Welcome to May. I cannot believe how fast the last few months have gone by… Anyway, here’s some good news for you: Freebies! Steven Lawson’s The Passionate Preaching of Martyn Lloyd-Jones is Christian Audio’s free audiobook of the month, and Logos users can get Live in Liberty: The Spiritual Message of Galatians free as well.
Jesus And The Past Tense
Jeff Medders:
When we are writing and talking about Jesus of Nazareth, our gospel compels us to write in the right tense. Present.
Together, let’s avoid speaking of Jesus in the past tense as much as we can. I cringe when I read, “Jesus was kind.” Is he not kind today? He is alive, let’s speak of him as though he is still kind—because he is.
The Importance of Falling Fast
Eric Geiger:
The first of Martin Luther’s 95 Theses is: “When our Lord and Master Jesus Christ said, ‘Repent’ (Mt 4:17), he willed the entire life of believers to be one of repentance.” The whole Christian experience is to be one of repentance. One of falling fast.
3 Things NOT to Say When Your Child Fails
Michael Kelley:
What do you say when he strikes out? Or when she makes a bad grade? Or when they mess up the joke they’re trying to tell and everyone laughs at them instead of with them? It certainly must be different in every situation, so I’m not sure that it’s a good idea to be particularly formulaic in trying to come up with the right response. There are, however, some things that perhaps we should NOT say.
Grace and The Non-Instagrammable Church
Jared Wilson:
No, the actual church isn’t the church in the stock photos. (Not sure what those guys raising their hands out in the middle of wheat fields are doing but I’m fairly certain it does not resemble what takes place in your worship service.) The actual church is a motley crew of sinners who are more primed together to really experience grace than they would be if they were all apart.
The Too-Small Story of Home
Jen Pollock Michel:
Ours was not a Leave It to Beaver family.

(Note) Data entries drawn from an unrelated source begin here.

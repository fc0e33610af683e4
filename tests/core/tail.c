/* Tests of src/tail.c against a full sort and against src/risk.c. */
#include "table.h"

#include "../../src/order_statistics.h"
#include "../../src/tail.h"

enum { LINES = 3, MOST = 20000 };

static double part[LINES * MOST], total[MOST];

/* columns of MOST; kinds: continuous, whole numbers with many ties, mostly zero, capped */
static void fill(size_t n, int kind, uint64_t *random)
{
    for (size_t i = 0; i < n; i++) {
        total[i] = 0;
        for (size_t j = 0; j < LINES; j++) {
            double u = random_uniform(random), x = exp(3 * u);
            if (kind == 1) x = floor(4 * u);
            if (kind == 2) x = u < 0.99 ? 0 : 100 * u;
            part[j * MOST + i] = x;
            total[i] += x;
        }
        if (kind == 3 && total[i] > 20) {
            for (size_t j = 0; j < LINES; j++) part[j * MOST + i] *= 20 / total[i];
            total[i] = 20;
        }
    }
}

static tail filled(size_t n, double level, uint64_t *random, pool *p)
{
    tail t;
    assert_int_equal(tail_prepare(&t, LINES, n, level, p), OK);
    for (size_t i = 0; i < n;) {
        size_t some = 1 + random_below(random, 999);
        if (some > n - i) some = n - i;
        tail_add(&t, total + i, part + i, some, MOST);
        i += some;
    }
    return t;
}

/* functions.md: the mean over the worst n (1 - level) rows, those equal to the value at risk
 * sharing the weight that is left equally */
static double part_by_definition(size_t n, double level, double at_risk, size_t line)
{
    double weight = tail_weight(n, level), beyond = 0, equal = 0, sum = 0, tied_sum = 0;
    for (size_t i = 0; i < n; i++) {
        double x = part[line * MOST + i];
        if (total[i] > at_risk) beyond++, sum += x;
        if (total[i] == at_risk) equal++, tied_sum += x;
    }
    return (sum + (weight - beyond) / equal * tied_sum) / weight;
}

static void agrees_with_definition(void **state)
{
    (void)state;
    uint64_t random = 2;
    static const double levels[] = { 0.5, 0.9, 0.99, 1 - 1e-16 };
    for (size_t round = 0; round < effort(64); round++) {
        pool p = { 0 };
        size_t n = 1 + random_below(&random, MOST);
        double level = levels[round % 4], sum = 0;
        estimate var, tvar, of[LINES], want_var, want_tvar;
        fill(n, (int)(round / 4 % 4), &random);
        tail t = filled(n, level, &random, &p);
        assert_int_equal(tail_measure(&t, &p, &var, &tvar, of), OK);
        assert_int_equal(values_at_risk(total, n, &level, 1, &p, &want_var), OK);
        assert_int_equal(tail_values_at_risk(total, n, &level, 1, &p, &want_tvar), OK);
        assert_same(var.value, want_var.value);
        assert_same(var.error, want_var.error);
        assert_close(tvar.value, want_tvar.value, 1e-13);
        if (!isnan(want_tvar.error))
            assert_within(tvar.error, want_tvar.error, 1e-9 * want_tvar.error + 1e-12);
        for (size_t j = 0; j < LINES; j++) {
            assert_within(of[j].value, part_by_definition(n, level, var.value, j),
                          1e-12 * tvar.value);
            sum += of[j].value;
        }
        assert_close(sum, tvar.value, 1e-13);
        pool_empty(&p);
    }
}

/* whatever the blocks, the same bits */
static void blocks_do_not_matter(void **state)
{
    (void)state;
    uint64_t random = 21;
    for (int kind = 0; kind < 4; kind++) {
        pool p = { 0 };
        estimate var[2], tvar[2], of[2][LINES];
        fill(MOST, kind, &random);
        for (int k = 0; k < 2; k++) {
            tail t = filled(MOST, 0.99, &random, &p);
            assert_int_equal(tail_measure(&t, &p, var + k, tvar + k, of[k]), OK);
        }
        assert_memory_equal(var, var + 1, sizeof *var);
        assert_memory_equal(tvar, tvar + 1, sizeof *tvar);
        assert_memory_equal(of[0], of[1], sizeof of[0]);
        pool_empty(&p);
    }
}

/* the room is for the tail alone */
static void memory_is_bounded(void **state)
{
    (void)state;
    pool p = { 0 };
    tail t;
    assert_int_equal(tail_prepare(&t, 5, 20000000, 0.99, &p), OK);
    assert_true(p.bytes < 20000000 * 0.0130 * (5 + 2) * sizeof(double));
    assert_true(tail_numbers(5, 20000000, 0.99) * sizeof(double) <= (double)p.bytes);
    pool_empty(&p);
    p.fail_at = 1;
    assert_int_equal(tail_prepare(&t, 5, 1000, 0.99, &p), NO_MEMORY);
    pool_empty(&p);
}

/* The error of a part against the spread of the parts of many samples, with ties under a cap
 * and without */
static void errors_of_parts(void **state)
{
    (void)state;
    uint64_t random = 6;
    size_t rounds = effort(400), n = 4000;
    for (int kind = 0; kind < 4; kind += 3) {
        double sum = 0, squares = 0, errors = 0;
        for (size_t i = 0; i < rounds; i++) {
            pool p = { 0 };
            estimate var, tvar, of[LINES];
            fill(n, kind, &random);
            for (size_t k = 0; k < n; k++) {               /* line 0 made heavier than the others */
                total[k] += part[k];
                part[k] *= 2;
                if (kind == 3 && total[k] > 20) {
                    for (size_t j = 0; j < LINES; j++) part[j * MOST + k] *= 20 / total[k];
                    total[k] = 20;
                }
            }
            tail t = filled(n, 0.95, &random, &p);
            assert_int_equal(tail_measure(&t, &p, &var, &tvar, of), OK);
            sum += of[0].value;
            squares += of[0].value * of[0].value;
            errors += of[0].error;
            pool_empty(&p);
        }
        double m = (double)rounds, spread = sqrt((squares - sum * sum / m) / (m - 1));
        assert_close(errors / m, spread, 0.12);
    }
}

int main(void)
{
    const struct CMUnitTest tests[] = {
        cmocka_unit_test(agrees_with_definition),
        cmocka_unit_test(blocks_do_not_matter),
        cmocka_unit_test(memory_is_bounded),
        cmocka_unit_test(errors_of_parts),
    };
    return cmocka_run_group_tests(tests, NULL, NULL);
}
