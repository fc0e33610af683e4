/* The trapezoid rule with its nodes where the integrand is, against closed forms. */
#include "table.h"

#include "../../src/normal.h"
#include "../../src/placed_nodes.h"

struct shape {
    double (*log_of)(double z, const struct shape *s);
    double a, b, width;
};

static double log_two_peaks(double z, const struct shape *s)
{
    double narrow = (z - s->a) / s->width, wide = (z - s->b) / 0.5;
    double first = -narrow * narrow / 2 - log(s->width), second = -wide * wide / 2 - log(0.5);
    return fmax(first, second) + log1p(exp(-fabs(first - second)));
}

/* One peak falls beyond an end where it falls at it. */
static void terms(struct placed_nodes *nodes, void *with)
{
    const struct shape *s = with;
    for (size_t k = nodes->halved; k < nodes->n; k += 1 + nodes->halved)
        nodes->log_term[k] = s->log_of(node_at(nodes, k), s);
    double first = node_at(nodes, 0), last = node_at(nodes, nodes->n - 1), beside = 1e-6;
    double below = s->log_of(first, s), above = s->log_of(last, s);
    nodes->below = below < s->log_of(first + beside, s) ? below : HUGE_VAL;
    if (s->log_of == log_two_peaks && first > s->a) nodes->below = HUGE_VAL;
    nodes->above = above < s->log_of(last - beside, s) ? above : HUGE_VAL;
}

static struct placed_sum placed(struct shape s)
{
    static double room[MOST_NODES];
    struct placed_nodes nodes = { .log_term = room };
    return place_nodes(&nodes, terms, &s, MOST_NODES);
}

static double log_gamma_shape(double z, const struct shape *s)
{
    return s->a * (z - s->b) - exp(fmin(z - s->b, 700));
}

/* Euler: the integral of exp(a z - exp z) is Gamma(a); far from 0 too */
static void gamma_function(void **state)
{
    (void)state;
    for (double a = 0.01; a < 1e5; a *= 3)
        for (double shift = -3000; shift < 4000; shift += 1500) {
            struct placed_sum s = placed((struct shape){ log_gamma_shape, a, shift, 0 });
            assert_true(s.settled);
            assert_within(s.log_integral, lgamma(a), 1e-11 * fmax(1, fabs(lgamma(a))));
        }
}

static double log_cliff(double z, const struct shape *s)
{
    return -z * z / 2 + normal_log_probability((s->a - z) / s->width);
}

/* P(Z + width Z' <= a): the integrand ends at a cliff, or all but reaches it in its tail */
static void cliffs(void **state)
{
    (void)state;
    for (double a = -30; a < 8; a += 1.37)
        for (double width = 1; width > 1e-9; width /= 7) {
            struct placed_sum s = placed((struct shape){ log_cliff, a, 0, width });
            double want = normal_log_probability(a / sqrt(1 + width * width));
            assert_true(s.settled);
            assert_within(s.log_integral - log(sqrt(2 * acos(-1))), want, 1e-10);
        }
}

/* Two normal densities, each with the integral 1, one of them narrow: between the first nodes it is
 * all but missed. */
static void two_peaks(void **state)
{
    (void)state;
    for (double a = -40; a < -12; a += 3.3)
        for (double width = 0.3; width > 0.01; width /= 2) {
            struct placed_sum s = placed((struct shape){ log_two_peaks, a, 3, width });
            assert_true(s.roughly);
            assert_within(s.log_integral, log(2 * sqrt(2 * acos(-1))), 1e-10);
        }
}

static double log_of_nothing(double z, const struct shape *s)
{
    return s->a + 0 * z - HUGE_VAL;
}

static void nothing(void **state)
{
    (void)state;
    struct placed_sum s = placed((struct shape){ log_of_nothing, 0, 0, 0 });
    assert_true(s.log_integral == -HUGE_VAL && !s.settled);
}

int main(void)
{
    const struct CMUnitTest tests[] = {
        cmocka_unit_test(gamma_function), cmocka_unit_test(cliffs), cmocka_unit_test(two_peaks),
        cmocka_unit_test(nothing),
    };
    return cmocka_run_group_tests(tests, NULL, NULL);
}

When my brother and I were young, my mother worked nights at the hospital to put my father through graduate school. After my father got his first professorship, she worked at the campus infirmary, where the school bus dropped us each afternoon. Until dinner, which we ate in the cramped infirmary kitchen, my brother and I roamed the campus like wild cats.
3 reasons I’m reading more fiction
A favorite from the archives:
All through high school and college, I read tons of fiction and dabbled in non-fiction as I got older (provided the topic was interesting enough). My reasonably eclectic (and sometimes pretentious) tastes always made for interesting late night reading on bus rides home from my college job at a bookstore here in London (Coles in White Oaks Mall, for those interested—it’s now a Bath and Body Works, I believe).
And then, for some reason, I just stopped reading fiction and began almost exclusively reading non-fiction. The genres were, again, pretty varied—business, social commentary, theology, biography—but for nearly a decade, I lived on a steady diet of non-fiction.
A couple of years ago, a co-worker of mine challenged me to change that. So, I did. I spent most of that summer reading fiction, including the Hunger Games series. And I’m really glad I did, because it reminded me how unbalanced my reading had become.